Roofs 2013-08-08 Vrolijke chaos
Coen van der Kooij, technisch directeur van Wédéflex, was lange tijd redactiemedewerker van respectievelijk DIM, Roofing Holland en Roofs. “Het was een dynamische tijd, de markt zoals we die nu kennen werd door een aantal kleurrijke figuren gestalte gegeven.”

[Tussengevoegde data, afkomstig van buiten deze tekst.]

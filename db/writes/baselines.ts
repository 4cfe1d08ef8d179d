import "server-only";
import { randomUUID } from "node:crypto";
import type { Knex } from "knex";
import type { LengthBin, Technology } from "@/lib/scaling";
import type { WireClassInput } from "@/lib/validation/wire-class";
import type { ImportMode } from "@/lib/validation/import";
import { writeAudit } from "@/db/audit";
import { ImportConflictError, InvalidInputError, NotFoundError, StaleVersionError, fieldError } from "@/db/errors";
import { encodeHistogram, histogramRow, sortedHistogram, type HistogramColumns } from "@/db/histogram-blob";
import { baselineNameTaken, freeBaselineName, getBaseline } from "@/db/queries/baselines";
import { listClasses } from "@/db/queries/wire-classes";

/**
 * Every write of the baseline aggregate: the baseline row, its class table, its length histograms, its
 * revisions and its audit rows. Each function is one transaction that checks the version (versioned
 * edits), bumps it, writes the revision snapshot and the audit row; on any error nothing is stored.
 * Callers pass validated input (zod in the route) and the Knex instance (or an outer transaction).
 */

type Conn = Knex | Knex.Transaction;

/** A class row as written: the validated input without a row id. */
export type NewWireClass = Omit<WireClassInput, "id">;

/** What a new baseline holds. */
export interface NewBaseline {
  name: string;
  description?: string;
  technology: Technology;
  classes?: readonly NewWireClass[];
  /** Length histograms by class name, bins in any order (the demo seeder); classes without one get none. */
  histograms?: Readonly<Record<string, readonly LengthBin[]>>;
}

const NAME_TAKEN = "A baseline with this name already exists in the team.";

In 1986 ging Coen van der Kooij aan de slag bij Bouwcentrum, afdeling daken. Hij kwam onder de hoede van Johan Toes en Luud du Puy. “Deze mannen beschouwde ik als mijn mentoren, ik heb een hoop van ze geleerd,” aldus Van der Kooij. “Johan Toes was een man van de praktijk en had een enorme hoeveelheid praktische kennis van het dak. Luud du Puy was de theoreticus, zijn kennis was ook fabelachtig. Du Puy heeft me leren schrijven. Als ik een artikel bij hem inleverde, en ik dacht zelf dat het een goed artikel was geworden, dan kreeg ik het niet zelden helemaal in het rood terug, vol opmerkingen en verbeteringen.” Van der Kooij heeft tot 2003 deel uitgemaakt van het redactieteam van Roofs.
Kleurrijke figuren
Na een aantal jaar bij Bouwcentrum ging Van der Kooij aan de slag bij Aliso. Toen Du Puy het adviesbureau T-Joint oprichtte, ging Van der Kooij met hem mee. Hij en Lodewijk Niemöller werden redactiemedewerkers van Roofing Holland. “Luud du Puy was een opvallende verschijning in de markt. Hij was van Indische afkomst, had half lang zwart haar dat naar achteren was gekamd, en was steevast gekleed in een spencer en een ribbroek. Hij was een zware roker en zijn spencer zat altijd vol brandgaatjes van zijn shag. Het maakte hem niet uit, al ging hij bij de directeur van een multinational op bezoek: zo was hij gekleed.”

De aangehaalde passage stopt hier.